2.Light cream and chicken should be placed together.French people have a habit of putting light cream on chicken.
3.Fromage blanc and honey must not be placed far away
If above arrangement is implemented and there is not much increase in the revenue of the mart then parameters can be changed and new rules can be identified. Then based on these newly found association rules arrangement can be redone.
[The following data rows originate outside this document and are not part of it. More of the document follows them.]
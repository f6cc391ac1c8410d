//! From the tree as written to the analysed form: what each name must be,
//! negation pushed to the atoms, sugar removed, slots checked.

use std::ops::Range;

use super::ast::{Ast, AstKind};
use super::atom::{Atom, Comparison, Threshold};
use super::duration::{Duration, TimeUnit};
use super::error::TextError;
use super::formula::Formula;
use super::function::{FUNCTIONS, Function, FunctionShape, Kind};
use super::parse::parse_ast;
use super::signal::Signal;
use super::window::{Bound, Window, WindowError};
use crate::support::Finite;

/// Reads a template (or, without slots, a specification) from its text form.
///
/// # Errors
/// With the place and a remedy when the text is not in the language.
pub fn parse(text: &str) -> Result<Formula, TextError> {
    analyse(&parse_ast(text)?)
}

/// Reads a signal, such as `smooth(speed, 0.5 s)`, from its text form.
///
/// # Errors
/// With the place and a remedy when the text is not a signal of that kind.
pub fn parse_signal(text: &str, kind: Kind) -> Result<Signal, TextError> {
    signal(&parse_ast(text)?, kind)
}

/// The analysed form of a tree.
///
/// # Errors
/// With the place when the tree says something the language does not allow.
pub fn analyse(ast: &Ast) -> Result<Formula, TextError> {
    check_slot_names(ast)?;
    formula(ast, false)
}

/// A formula, negated or not.
fn formula(ast: &Ast, negate: bool) -> Result<Formula, TextError> {
    match &ast.kind {
        AstKind::Compare(left, comparison, right) => compare(left, *comparison, right, negate),
        AstKind::Not(operand) => formula(operand, !negate),
        AstKind::And(operands) => connective(operands, negate, !negate),
        AstKind::Or(operands) => connective(operands, negate, negate),
        AstKind::Implies(left, right) => {
            let parts = vec![formula(left, !negate)?, formula(right, negate)?];
            Ok(if negate {
                Formula::and(parts)
            } else {
                Formula::or(parts)
            })
        }
        AstKind::Throughout(bounds, operand) => temporal(bounds, operand, negate, !negate),
        AstKind::Sometime(bounds, operand) => temporal(bounds, operand, negate, negate),
        AstKind::Until(left, bounds, right) => {
            if negate {
                return Err(until_negated(ast.span.clone()));
            }
            let window = window(bounds)?;
            Ok(Formula::until(
                window,
                formula(left, false)?,
                formula(right, false)?,
            ))
        }
        AstKind::Name { .. } | AstKind::Call(..) => {
            Ok(Formula::flag(signal(ast, Kind::Flag)?, negate))
        }
        AstKind::Number(..) | AstKind::Slot(_) | AstKind::End | AstKind::Minus(..) => {
            Err(TextError::new(
                "this is not something that can hold or not hold",
                ast.span.clone(),
                "expected a comparison, a flag or a temporal operator",
            ))
        }
    }
}

fn connective(operands: &[Ast], negate: bool, conjunction: bool) -> Result<Formula, TextError> {
    let parts = operands
        .iter()
        .map(|operand| formula(operand, negate))
        .collect::<Result<Vec<_>, _>>()?;
    Ok(if conjunction {
        Formula::and(parts)
    } else {
        Formula::or(parts)
    })
}

fn temporal(
    bounds: &[Ast; 2],
    operand: &Ast,
    negate: bool,
    everywhere: bool,
) -> Result<Formula, TextError> {
    let window = window(bounds)?;
    let operand = formula(operand, negate)?;
    Ok(if everywhere {
        Formula::throughout(window, operand)
    } else {
        Formula::sometime(window, operand)
    })
}

fn until_negated(span: Range<usize>) -> TextError {
    TextError::new(
        "`until` cannot be negated",
        span,
        "this `until` stands under `not`, or on the left of `implies`",
    )
    .with_help("its negation would need a slot twice; say what must hold instead of what must not")
}

fn compare(
    left: &Ast,
    comparison: Comparison,
    right: &Ast,
    negate: bool,
) -> Result<Formula, TextError> {
    let threshold = threshold(right)?;
    let atom = Atom::Compare {
        signal: signal(left, Kind::Numeric)?,
        comparison,
        threshold,
    };
    Ok(Formula::atom(if negate { atom.negated() } else { atom }))
}

/// The right side of a comparison.
///
/// # Errors
/// When it is neither a number nor a slot.
pub fn threshold(ast: &Ast) -> Result<Threshold, TextError> {
    match &ast.kind {
        AstKind::Slot(_) => Ok(Threshold::Slot),
        AstKind::Number(value, unit) => Ok(Threshold::Number(
            finite(*value, &ast.span)?,
            unit.as_deref().map(Into::into),
        )),
        _ => Err(TextError::new(
            "the right side of a comparison must be a number or a slot",
            ast.span.clone(),
            "expected a number or `?`",
        )
        .with_help("to compare two channels, write x - y <= ?")),
    }
}

fn finite(value: f64, span: &Range<usize>) -> Result<Finite, TextError> {
    Finite::new(value)
        .map_err(|error| TextError::new(error.to_string(), span.clone(), "not finite"))
}

/// A signal of the kind that its place needs.
fn signal(ast: &Ast, kind: Kind) -> Result<Signal, TextError> {
    let made = match &ast.kind {
        AstKind::Name { name, .. } => Signal::Recorded {
            name: name.as_str().into(),
            kind,
        },
        AstKind::Minus(left, right) => {
            let sides = vec![signal(left, Kind::Numeric)?, signal(right, Kind::Numeric)?];
            Signal::derived(Function::Difference, sides, None)
        }
        AstKind::Call(name, arguments) => call(ast, name, arguments)?,
        _ => {
            return Err(TextError::new(
                "a channel or flag is needed here",
                ast.span.clone(),
                "expected a name or a function of one",
            ));
        }
    };
    if made.kind() == kind {
        return Ok(made);
    }
    let (is, needs) = match kind {
        Kind::Numeric => ("a flag", "a numeric channel"),
        Kind::Flag => ("a numeric channel", "a flag or a comparison"),
    };
    Err(TextError::new(
        format!("`{made}` is {is}, and {needs} is needed here"),
        ast.span.clone(),
        format!("expected {needs}"),
    ))
}

/// The row of the function that a call names, after checking the number of its
/// arguments.
///
/// # Errors
/// When there is no such function, or it takes another number of arguments.
pub fn called_function(
    name: &str,
    count: usize,
    span: &Range<usize>,
) -> Result<&'static FunctionShape, TextError> {
    // The difference has a sign in place of a name.
    let named = || FUNCTIONS.iter().filter(|shape| shape.name != "-");
    let Some(shape) = named().find(|shape| shape.name == name) else {
        let known: Vec<&str> = named().map(|shape| shape.name).collect();
        return Err(TextError::new(
            format!("there is no function `{name}`"),
            span.clone(),
            "unknown function",
        )
        .with_help(format!("the functions are: {}", known.join(", "))));
    };
    let expected = shape.arguments.len() + usize::from(shape.takes_duration);
    if count != expected {
        return Err(TextError::new(
            format!("`{name}` takes {expected} argument(s), not {count}"),
            span.clone(),
            shape.definition,
        ));
    }
    Ok(shape)
}

fn call(ast: &Ast, name: &str, arguments: &[Ast]) -> Result<Signal, TextError> {
    let shape = called_function(name, arguments.len(), &ast.span)?;
    let (signals, rest) = arguments.split_at(shape.arguments.len());
    let signals = signals
        .iter()
        .zip(shape.arguments)
        .map(|(argument, kind)| signal(argument, *kind))
        .collect::<Result<Vec<_>, _>>()?;
    let duration = rest.first().map(window_length).transpose()?;
    Ok(Signal::derived(shape.function, signals, duration))
}

/// The length of a moving window.
///
/// # Errors
/// When it is no duration, or not above zero.
pub fn window_length(ast: &Ast) -> Result<Duration, TextError> {
    let duration = duration(ast)?;
    if duration.value > Finite::from(0) {
        return Ok(duration);
    }
    Err(TextError::new(
        "the length of a moving window must be more than zero",
        ast.span.clone(),
        "expected a duration such as 2 s",
    ))
}

/// A duration as written.
///
/// # Errors
/// When it is no number, or its unit is no unit of time.
pub fn duration(ast: &Ast) -> Result<Duration, TextError> {
    let AstKind::Number(value, unit) = &ast.kind else {
        return Err(TextError::new(
            "a duration is needed here",
            ast.span.clone(),
            "expected a number with a unit of time, such as 5 s",
        ));
    };
    let unit = match unit {
        None => TimeUnit::Data,
        Some(name) => TimeUnit::from_name(name).ok_or_else(|| {
            TextError::new(
                format!("`{name}` is not a unit of time"),
                ast.span.clone(),
                "expected us, ms, s, min, h, d or step",
            )
        })?,
    };
    let value = finite(*value, &ast.span)?;
    Ok(Duration { value, unit })
}

fn bound(ast: &Ast) -> Result<Bound, TextError> {
    match &ast.kind {
        AstKind::End => Ok(Bound::End),
        AstKind::Slot(_) => Ok(Bound::Slot),
        _ => Ok(Bound::After(duration(ast)?)),
    }
}

fn window(bounds: &[Ast; 2]) -> Result<Window, TextError> {
    Window::new(bound(&bounds[0])?, bound(&bounds[1])?).map_err(|error| {
        let label = match error {
            WindowError::StartsAtEnd | WindowError::Negative => "expected 0 or a duration",
            WindowError::SlotBelowBound => "expected [?, end], or a duration as lower bound",
            WindowError::Empty => "expected the smaller bound first",
        };
        TextError::new(
            error.to_string(),
            bounds[0].span.start..bounds[1].span.end,
            label,
        )
    })
}

/// Refuses a slot name that occurs twice. A slot that made a specification
/// easier in one place and harder in another would have no boundary; and one
/// that did not would still have no exact height.
fn check_slot_names(ast: &Ast) -> Result<(), TextError> {
    let mut found: Vec<(String, Range<usize>)> = Vec::new();
    let mut second = None;
    for_each_slot(ast, &mut |name, span| {
        if found.iter().any(|(other, _)| other == name) {
            second.get_or_insert((name.to_owned(), span.clone()));
        } else {
            found.push((name.to_owned(), span.clone()));
        }
    });
    match second {
        None => Ok(()),
        Some((name, span)) => Err(TextError::new(
            format!("the slot `?{name}` occurs twice"),
            span,
            "each slot occurs once",
        )
        .with_help(
            "a slot used twice could make the template easier in one place and harder in another; \
             use two slots, or a difference of two channels",
        )),
    }
}

fn for_each_slot(ast: &Ast, visit: &mut impl FnMut(&str, &Range<usize>)) {
    match &ast.kind {
        AstKind::Slot(Some(name)) => visit(name, &ast.span),
        AstKind::Slot(None) | AstKind::Name { .. } | AstKind::Number(..) | AstKind::End => {}
        AstKind::Call(_, parts) | AstKind::And(parts) | AstKind::Or(parts) => {
            for part in parts {
                for_each_slot(part, visit);
            }
        }
        AstKind::Minus(left, right)
        | AstKind::Compare(left, _, right)
        | AstKind::Implies(left, right) => {
            for_each_slot(left, visit);
            for_each_slot(right, visit);
        }
        AstKind::Not(operand) => for_each_slot(operand, visit),
        AstKind::Throughout(bounds, operand) | AstKind::Sometime(bounds, operand) => {
            for part in bounds.iter() {
                for_each_slot(part, visit);
            }
            for_each_slot(operand, visit);
        }
        AstKind::Until(left, bounds, right) => {
            for_each_slot(left, visit);
            for part in bounds.iter() {
                for_each_slot(part, visit);
            }
            for_each_slot(right, visit);
        }
    }
}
This is how actually data analyst and the mart supervisors work together to increase the sales.This is more of trail and then implementation kind of method.
Note 1. This algorithm can be further improved by taking into consideration other demographic parameters (Gender,Age,etc.) of the people buying the baskets.
2. Persona of people around their habit of buying products can be identified. For,ex:health concious,fast food liker,health freak,sweet lover etc. Based on these personas offer based campaigns can be launched by the mart management.